- Collected data entries:

// Package cref holds pipit's portable C99 reference runtime for exported
// networks (c/pipit_rt.h, c/pipit_rt.c: the executable specification of the
// export) and helpers that compile it with the system C compiler beside a
// generated model header and run it, so tests and `pipit demo` can check
// that C computes the same bits as the Go engine.
package cref

import (
	"bytes"
	_ "embed"
	"encoding/binary"
	"fmt"
	"os"
	"os/exec"
	"path/filepath"
)

// RuntimeHeader and RuntimeSource are the C reference runtime.
var (
	//go:embed c/pipit_rt.h
	RuntimeHeader []byte
	//go:embed c/pipit_rt.c
	RuntimeSource []byte
	// FastRuntimeHeader and FastRuntimeSource are the faster kernels
	// (DSP-extension dot products on Cortex-M4) that compute the same bits.
	//go:embed c/pipit_rt_fast.h
	FastRuntimeHeader []byte
	//go:embed c/pipit_rt_fast.c
	FastRuntimeSource []byte
)

// driver reads int8 samples from argv[1], runs the model layer by layer in
// a pool of exactly PREFIX_POOL_BYTES bytes from malloc (so AddressSanitizer
// sees any access outside the plan), and writes every layer's output to
// argv[2]: per sample, per layer, out_shape bytes.
const driver = `#include <stdio.h>
#include <stdlib.h>
#include <string.h>
#include "model.h"

int main(int argc, char **argv) {
  const pipit_model_t *m = &%[1]s_model;
  size_t in_size = (size_t)%[2]s_INPUT_H * %[2]s_INPUT_W * %[2]s_INPUT_C;
  int8_t *pool, *sample;
  FILE *fi, *fo;
  int i, r;
  if (argc != 3) return 2;
  if ((r = pipit_check(m)) != PIPIT_OK) {
    fprintf(stderr, "pipit_check: %%d\n", r);
    return 2;
  }
  pool = (int8_t *)malloc(%[2]s_POOL_BYTES);
  sample = (int8_t *)malloc(in_size);
  fi = fopen(argv[1], "rb");
  fo = fopen(argv[2], "wb");
  if (!pool || !sample || !fi || !fo) return 3;
  while (fread(sample, 1, in_size, fi) == in_size) {
    memcpy(pipit_input(m, pool), sample, in_size);
    for (i = 0; i < m->num_layers; i++) {
      const pipit_layer_t *l = &m->layers[i];
      size_t n = (size_t)l->out_shape[0] * l->out_shape[1] * l->out_shape[2];
      if (pipit_run_layer(m, i, pool) != PIPIT_OK) return 4;
      fwrite(pool + l->out_offset, 1, n, fo);
    }
  }
  fclose(fi);
  fclose(fo);
  free(pool);
  free(sample);
  return 0;
}
`

// Build writes the runtime, header (the output of quant.CHeader with the
// given prefix) and a driver into dir and compiles them with cc (e.g.
// "gcc") as C99 with all warnings as errors; with sanitize it adds
// AddressSanitizer and UndefinedBehaviorSanitizer. It returns the
// executable's path.
func Build(dir, header, prefix, cc string, sanitize bool) (string, error) {
	dir, err := filepath.Abs(dir) // the compiler runs in dir
	if err != nil {
		return "", fmt.Errorf("cref: %w", err)
	}
	files := map[string][]byte{"pipit_rt.h": RuntimeHeader, "pipit_rt.c": RuntimeSource, "model.h": []byte(header),
		"driver.c": []byte(fmt.Sprintf(driver, prefix, upper(prefix)))}
	for name, data := range files {
		if err := os.WriteFile(filepath.Join(dir, name), data, 0o644); err != nil {
			return "", fmt.Errorf("cref: %w", err)
		}
	}
	exe := filepath.Join(dir, "pipit_ref")
	args := []string{"-std=c99", "-O1", "-Wall", "-Wextra", "-Werror", "-pedantic", "-o", exe, "driver.c", "pipit_rt.c"}
	if sanitize {
		args = append([]string{"-fsanitize=address,undefined", "-fno-sanitize-recover=all", "-g"}, args...)
	}
	cmd := exec.Command(cc, args...)
	cmd.Dir = dir
	if out, err := cmd.CombinedOutput(); err != nil {
		return "", fmt.Errorf("cref: %s %v: %v\n%s", cc, args, err, out)
	}
	return exe, nil
}

func upper(s string) string {
	b := []byte(s)
	for i, c := range b {
		if c >= 'a' && c <= 'z' {
			b[i] = c - 32
		}
	}
	return string(b)
}

// Run feeds samples (each of the input size) to the built executable and
// returns, per sample, every layer's int8 output given layer sizes.
func Run(exe string, samples [][]int8, layerSizes []int) ([][][]int8, error) {
	dir := filepath.Dir(exe)
	in, out := filepath.Join(dir, "input.bin"), filepath.Join(dir, "output.bin")
	var buf bytes.Buffer
	for _, s := range samples {
		binary.Write(&buf, binary.LittleEndian, s)
	}
	if err := os.WriteFile(in, buf.Bytes(), 0o644); err != nil {
		return nil, fmt.Errorf("cref: %w", err)
	}
	cmd := exec.Command(exe, in, out)
	if msg, err := cmd.CombinedOutput(); err != nil {
		return nil, fmt.Errorf("cref: running %s: %v\n%s", exe, err, msg)
	}
	raw, err := os.ReadFile(out)
	if err != nil {
		return nil, fmt.Errorf("cref: %w", err)
	}
	per := 0
	for _, n := range layerSizes {
		per += n
	}
	if len(raw) != per*len(samples) {
		return nil, fmt.Errorf("cref: C runtime wrote %d bytes, want %d", len(raw), per*len(samples))
	}
	res := make([][][]int8, len(samples))
	pos := 0
	for s := range samples {
		for _, n := range layerSizes {
			layer := make([]int8, n)
			for i := range layer {
				layer[i] = int8(raw[pos+i])
			}
			res[s] = append(res[s], layer)
			pos += n
		}
	}
	return res, nil
}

- What is needed: Reproduce all the data exactly. Include every line.

- Solution to the exercise:
// Package cref holds pipit's portable C99 reference runtime for exported
// networks (c/pipit_rt.h, c/pipit_rt.c: the executable specification of the
// export) and helpers that compile it with the system C compiler beside a
// generated model header and run it, so tests and `pipit demo` can check
// that C computes the same bits as the Go engine.
package cref

import (
	"bytes"
	_ "embed"
	"encoding/binary"
	"fmt"
	"os"
	"os/exec"
	"path/filepath"
)

// RuntimeHeader and RuntimeSource are the C reference runtime.
var (
	//go:embed c/pipit_rt.h
	RuntimeHeader []byte
	//go:embed c/pipit_rt.c
	RuntimeSource []byte
	// FastRuntimeHeader and FastRuntimeSource are the faster kernels
	// (DSP-extension dot products on Cortex-M4) that compute the same bits.
	//go:embed c/pipit_rt_fast.h
	FastRuntimeHeader []byte
	//go:embed c/pipit_rt_fast.c
	FastRuntimeSource []byte
)

// driver reads int8 samples from argv[1], runs the model layer by layer in
// a pool of exactly PREFIX_POOL_BYTES bytes from malloc (so AddressSanitizer
// sees any access outside the plan), and writes every layer's output to
// argv[2]: per sample, per layer, out_shape bytes.
const driver = `#include <stdio.h>
#include <stdlib.h>
#include <string.h>
#include "model.h"

int main(int argc, char **argv) {
  const pipit_model_t *m = &%[1]s_model;
  size_t in_size = (size_t)%[2]s_INPUT_H * %[2]s_INPUT_W * %[2]s_INPUT_C;
  int8_t *pool, *sample;
  FILE *fi, *fo;
  int i, r;
  if (argc != 3) return 2;
  if ((r = pipit_check(m)) != PIPIT_OK) {
    fprintf(stderr, "pipit_check: %%d\n", r);
    return 2;
  }
  pool = (int8_t *)malloc(%[2]s_POOL_BYTES);
  sample = (int8_t *)malloc(in_size);
  fi = fopen(argv[1], "rb");
  fo = fopen(argv[2], "wb");
  if (!pool || !sample || !fi || !fo) return 3;
  while (fread(sample, 1, in_size, fi) == in_size) {
    memcpy(pipit_input(m, pool), sample, in_size);
    for (i = 0; i < m->num_layers; i++) {
      const pipit_layer_t *l = &m->layers[i];
      size_t n = (size_t)l->out_shape[0] * l->out_shape[1] * l->out_shape[2];
      if (pipit_run_layer(m, i, pool) != PIPIT_OK) return 4;
      fwrite(pool + l->out_offset, 1, n, fo);
    }
  }
  fclose(fi);
  fclose(fo);
  free(pool);
  free(sample);
  return 0;
}
`

// Build writes the runtime, header (the output of quant.CHeader with the
// given prefix) and a driver into dir and compiles them with cc (e.g.
// "gcc") as C99 with all warnings as errors; with sanitize it adds
// AddressSanitizer and UndefinedBehaviorSanitizer. It returns the
// executable's path.
func Build(dir, header, prefix, cc string, sanitize bool) (string, error) {
	dir, err := filepath.Abs(dir) // the compiler runs in dir
	if err != nil {
		return "", fmt.Errorf("cref: %w", err)
	}
	files := map[string][]byte{"pipit_rt.h": RuntimeHeader, "pipit_rt.c": RuntimeSource, "model.h": []byte(header),
		"driver.c": []byte(fmt.Sprintf(driver, prefix, upper(prefix)))}
	for name, data := range files {
		if err := os.WriteFile(filepath.Join(dir, name), data, 0o644); err != nil {
			return "", fmt.Errorf("cref: %w", err)
		}
	}
	exe := filepath.Join(dir, "pipit_ref")
	args := []string{"-std=c99", "-O1", "-Wall", "-Wextra", "-Werror", "-pedantic", "-o", exe, "driver.c", "pipit_rt.c"}
	if sanitize {
		args = append([]string{"-fsanitize=address,undefined", "-fno-sanitize-recover=all", "-g"}, args...)
	}
	cmd := exec.Command(cc, args...)
	cmd.Dir = dir
	if out, err := cmd.CombinedOutput(); err != nil {
		return "", fmt.Errorf("cref: %s %v: %v\n%s", cc, args, err, out)
	}
	return exe, nil
}

func upper(s string) string {
	b := []byte(s)
	for i, c := range b {
		if c >= 'a' && c <= 'z' {
			b[i] = c - 32
		}
	}
	return string(b)
}

// Run feeds samples (each of the input size) to the built executable and
// returns, per sample, every layer's int8 output given layer sizes.
func Run(exe string, samples [][]int8, layerSizes []int) ([][][]int8, error) {
	dir := filepath.Dir(exe)
	in, out := filepath.Join(dir, "input.bin"), filepath.Join(dir, "output.bin")
	var buf bytes.Buffer
	for _, s := range samples {
		binary.Write(&buf, binary.LittleEndian, s)
	}
	if err := os.WriteFile(in, buf.Bytes(), 0o644); err != nil {
		return nil, fmt.Errorf("cref: %w", err)
	}
	cmd := exec.Command(exe, in, out)
	if msg, err := cmd.CombinedOutput(); err != nil {
		return nil, fmt.Errorf("cref: running %s: %v\n%s", exe, err, msg)
	}
	raw, err := os.ReadFile(out)
	if err != nil {
		return nil, fmt.Errorf("cref: %w", err)
	}
	per := 0
	for _, n := range layerSizes {
		per += n
	}
	if len(raw) != per*len(samples) {
		return nil, fmt.Errorf("cref: C runtime wrote %d bytes, want %d", len(raw), per*len(samples))
	}
	res := make([][][]int8, len(samples))
	pos := 0
	for s := range samples {
		for _, n := range layerSizes {
			layer := make([]int8, n)
			for i := range layer {
				layer[i] = int8(raw[pos+i])
			}
			res[s] = append(res[s], layer)
			pos += n
		}
	}
	return res, nil
}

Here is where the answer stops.